(Task prompt):
Search the listing below for the string "reference", then copy every line it appears in.

# # # #

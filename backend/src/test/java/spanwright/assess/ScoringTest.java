package spanwright.assess;

import static org.junit.jupiter.api.Assertions.assertEquals;
import static org.junit.jupiter.api.Assertions.assertTrue;

import java.util.ArrayList;
import java.util.List;
import java.util.Random;
import org.junit.jupiter.api.Test;
import spanwright.clearance.Clearance;
import spanwright.clearance.State;
import spanwright.plan.Place;

/** The score and its parts. */
class ScoringTest {
  private static final String TWO_BANDS =
      """
      "bands": [ { "name": "40 m", "frequencies": [7.0, 7.1], "weight": 3 },
                 { "name": "20 m", "frequencies": [14.1] } ],
      "targets": [ { "name": "Far", "bearing": 285, "distanceKm": 5600, "weight": 2 },
                   { "name": "Near", "nearVerticalKm": 300, "bands": ["40 m"] } ]
      """;

  private static final Place HERE = new Place(0, 0, 5);

  private static Scoring scoring(String brief) {
    return new Scoring(Gardens.of("", "", brief).brief());
  }

  private static Placement.TargetResult target(String name, double delivered, double reference) {
    return new Placement.TargetResult(
        name, null, List.of(3.0, 14.0), List.of(), delivered, reference);
  }

  private static Placement.BandResult row(
      String band, State matching, Placement.TargetResult... targets) {
    return new Placement.BandResult(
        band,
        7,
        List.of(50.0, 0.0),
        1,
        0,
        List.of(50.0, 0.0),
        new Placement.Matching(matching, "", 0, 0, null, null),
        0,
        0,
        0,
        1,
        null,
        List.of(targets),
        null,
        null);
  }

  private static Clearance clearance(String rule, String to, State state) {
    return new Clearance(rule, to, "wire", HERE, HERE, 1, 1, state);
  }

  private static Placement.NewMast mast(String consent) {
    return new Placement.NewMast("bed", HERE, HERE, 5, List.of(), consent);
  }

  private static double points(List<Placement.ScorePart> parts, String what) {
    return parts.stream()
        .filter(part -> part.what().contains(what))
        .mapToDouble(Placement.ScorePart::points)
        .sum();
  }

  @Test
  void the_mean_weighs_each_target_on_each_band_and_averages_the_rows_of_a_band() {
    List<Placement.BandResult> rows =
        List.of(
            row("40 m", State.CLEAR, target("Far", 1, 0), target("Near", -4, -5)),
            row("40 m", State.CLEAR, target("Far", 3, 0), target("Near", -3, -5)),
            row("20 m", State.CLEAR, target("Far", 0, 5)));
    List<Placement.ScorePart> parts = scoring(TWO_BANDS).parts(rows, List.of(), List.of());
    // 40 m: Far weighs 3 · 2 at +2.0, Near 3 · 1 at +1.5; 20 m: Far weighs 1 · 2 at -5
    double mean = (6 * 2.0 + 3 * 1.5 + 2 * -5.0) / 11;
    assertEquals(1, parts.size(), parts::toString);
    assertEquals(mean, parts.get(0).points(), 0.006);
    assertEquals(mean, Scoring.total(parts), 0.006);
  }

  @Test
  void two_targets_of_one_name_are_told_apart() {
    String brief =
        """
        "bands": [ { "name": "20 m", "frequencies": [14.1] } ],
        "targets": [ { "name": "Far", "bearing": 285, "distanceKm": 5600, "weight": 3 },
                     { "name": "Far", "bearing": 90, "distanceKm": 5600 } ]
        """;
    var rows = List.of(row("20 m", State.CLEAR, target("Far", 4, 0), target("Far", -8, 0)));
    assertEquals(1.0, Scoring.total(scoring(brief).parts(rows, List.of(), List.of())), 1e-9);
  }

  @Test
  void a_band_that_cannot_be_matched_costs_ten_decibels_times_its_share() {
    List<Placement.BandResult> rows =
        List.of(
            row("40 m", State.FOUL, target("Far", 0, 0), target("Near", 0, 0)),
            row("40 m", State.TIGHT, target("Far", 0, 0), target("Near", 0, 0)),
            row("20 m", State.CLEAR, target("Far", 0, 0)));
    List<Placement.ScorePart> parts = scoring(TWO_BANDS).parts(rows, List.of(), List.of());
    // 40 m weighs 3 · (2 + 1) of 9 + 2; half of its rows each
    assertEquals(-10 * 9 / 11.0 / 2, points(parts, "40 m cannot be matched on part"), 0.006);
    assertEquals(-1 * 9 / 11.0 / 2, points(parts, "40 m is matched only just"), 0.006);
  }

  @Test
  void a_band_that_is_only_heard_is_never_held_against_its_matching() {
    String heard = TWO_BANDS.replace("\"weight\": 3 }", "\"weight\": 3, \"receiveOnly\": true }");
    List<Placement.BandResult> rows =
        List.of(
            row("40 m", State.FOUL, target("Far", 0, 0), target("Near", 0, 0)),
            row("20 m", State.CLEAR, target("Far", 0, 0)));
    assertEquals(0, Scoring.total(scoring(heard).parts(rows, List.of(), List.of())));
  }

  @Test
  void masts_consents_and_tight_clearances_are_named_and_bounded() {
    List<Clearance> clearances = new ArrayList<>();
    for (int i = 0; i < 9; i++) {
      clearances.add(clearance("boundary", "edge " + i, State.TIGHT));
      clearances.add(clearance("boundary", "edge " + i, State.TIGHT));
      clearances.add(clearance("headroom", "edge " + i, State.CLEAR));
    }
    var rows = List.of(row("20 m", State.CLEAR, target("Far", 0, 0)));
    List<Placement.ScorePart> parts =
        scoring(TWO_BANDS)
            .parts(
                rows, List.of(mast("planning permission"), mast("none"), mast(null)), clearances);
    assertEquals(-1.5, points(parts, "a new mast"), 1e-9);
    assertEquals(-0.5, points(parts, "planning permission"), 1e-9);
    assertEquals(-0.5, points(parts, "9 tight clearances"), 1e-9);
    assertEquals(-2.5, Scoring.total(parts), 1e-9);
  }

  @Test
  void the_parts_add_up_to_the_score_to_the_last_digit_shown() {
    Random random = new Random(4);
    Scoring scoring = scoring(TWO_BANDS);
    for (int i = 0; i < 200; i++) {
      List<Placement.BandResult> rows = new ArrayList<>();
      for (String band : List.of("40 m", "40 m", "20 m")) {
        State state = State.values()[random.nextInt(3)];
        var far = target("Far", 20 * random.nextDouble() - 15, -6.37);
        rows.add(
            band.equals("20 m")
                ? row(band, state, far)
                : row(band, state, far, target("Near", 9 * random.nextDouble(), -8.11)));
      }
      List<Placement.ScorePart> parts = scoring.parts(rows, List.of(mast("none")), List.of());
      double sum = parts.stream().mapToDouble(Placement.ScorePart::points).sum();
      assertEquals(sum, Scoring.total(parts), 1e-9);
      assertTrue(parts.size() >= 2);
    }
  }
}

# # # #

(Exercise solution):
  private static Placement.TargetResult target(String name, double delivered, double reference) {
        name, null, List.of(3.0, 14.0), List.of(), delivered, reference);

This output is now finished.